In non-Finnish Europeans, deletions in SLCO1B3 were the most common novel CNVs detected in the NGS data, accounting for 17% of all LOF alleles (Figure 2). The exon 9–13 deletion, predicted to have a 0.1% MAF in the general non-Finnish European population, occurred with a frequency of 0.5% in Spanish individuals. This 5-fold higher frequency in Spain might be caused by population-specific differences. OATP1B3, the transporter encoded by SLCO1B3, is important for the clearance of bilirubin25 and has been implicated in the transport of multiple drugs, with substantially overlapping specificity with OATP1B1.26 Importantly, however, some substrates including the angiotensin receptor blocker telmisartan and the oncology drug docetaxel are transported primarily by OATP1B3.27, 28, 29

Another relevant novel deletion spanned the CYP4F2 gene, enconding a vitamin K oxidase that acts as an important counterpart of VKORC1. Genetic polymorphisms in VKORC1, CYP2C9, and CYP4F2 are clinically relevant for the dosing with anticoagulants, explaining up to 45% of warfarin dose requirements.30, 31 The benefits of genotype-guided warfarin dosing on clinical outcomes have been studied in prospective clinical trials, albeit with sometimes conflicting results.32, 33, 34 CYP4F2 deletions were found mainly in East Asians, and in this population they accounted for 69% of all LOF alleles. Genotyping for the novel CYP4F2 full-gene deletion in Japanese revealed a subject homozygous for the deletion and a global MAF of 1.6%. The allele frequency found in this population was 4-fold higher than that predicted for East Asians (MAF = 0.36%) and might be explained by a population-specific distribution of the deletion. Thus, it can be suggested that genotyping for structural variants might further improve the selection of optimal anticoagulant starting doses and contribute to improved patient outcomes in East Asians.

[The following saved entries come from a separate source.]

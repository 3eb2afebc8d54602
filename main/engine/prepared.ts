import { yearLengthDays } from "../../core/model/year-length";
import type { BackgroundBasis } from "../../core/numeric/background";
import { backgroundBasis } from "../../core/numeric/background";
import { quantityById } from "../../core/ocean/quantities/evaluate";
import { backgroundFault } from "../../core/study/background-rank";
import type { Background } from "../../core/study/band-plane";
import { chooseSampleCells, type ReductionTarget } from "../../core/study/reduction";
import type { BackgroundSettings, Study } from "../../core/study/schema";
import type { Job } from "./job";
import type { LoadedRecord } from "./load-record";
import type { WorkerPool } from "./pool";
import { sharedFloat32, sharedFloat64 } from "./shared-memory";
import { type FieldArguments, fieldSettings } from "./tasks/field";

/** Stands where fields are taken as they stand. */
export const noBackground: Background = {
  basis: { names: [], removed: new Uint8Array(0), samples: 0, values: new Float64Array(0) },
  coefficients: new Float64Array(0),
};

/** Cells whose whole series are kept for spectra. */
const sampledCells = 300;

/** Fits the study's background to every cell. Error: Fault "period" where the dates cannot tell its terms apart. */
export async function fitBackgrounds(
  loaded: LoadedRecord,
  settings: BackgroundSettings,
  pool: WorkerPool,
  job: Job,
): Promise<Background> {
  const { record } = loaded;
  const basis: BackgroundBasis = backgroundBasis(record.time.values, settings, yearLengthDays(record.time.calendar));
  const fault = backgroundFault(basis, record);
  if (fault) throw fault;
  const { rows, columns } = record.cube;
  const coefficients = sharedFloat64(basis.names.length * rows * columns);
  await job.step("Fitting mean, trend and seasons", rows, () =>
    pool.share("background", rows, (range) => ({ record, basis, rows: range, coefficients }), job, pool.size),
  );
  return { basis, coefficients };
}

/** Reduces every date to zonal means and sampled cells of one quantity. */
export async function reduceRecord(
  loaded: LoadedRecord,
  study: Study,
  quantity: string,
  pool: WorkerPool,
  job: Job,
): Promise<ReductionTarget> {
  const { record } = loaded;
  const { rows, dates } = record.cube;
  const sampleCells = chooseSampleCells(record, sampledCells);
  const target: ReductionTarget = {
    quantity,
    zonal: sharedFloat64(rows * dates),
    sampleCells,
    samples: sharedFloat32(sampleCells.length * dates),
  };
  const field: FieldArguments = { record, ...fieldSettings(study), background: noBackground, inBand: false };
  await job.step(`Taking zonal means of ${quantityById(quantity).title.toLowerCase()}`, dates, () =>
    pool.share("reduce", dates, (range) => ({ ...field, dates: range, target }), job),
  );
  return target;
}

In the era of precision medicine it is important to accurately characterize the genotypes of the specific patients subjected to pharmacotherapy. We here show that novel CNVs significantly contribute to the functionality of relevant pharmacogenes, adding an additional layer of pharmacogenetic complexity with important implications for the prediction of drug response and toxicity. We thus recommend the incorporation of CNV detection assays for relevant genes and populations. In combination with the important role of rare SNVs, our results suggest that the quality of preemptive pharmacogenetic advice, which is typically based on the interrogation of few candidate variants, can be improved by comprehensive NGS-based genotype identification of relevant pharmacogenes.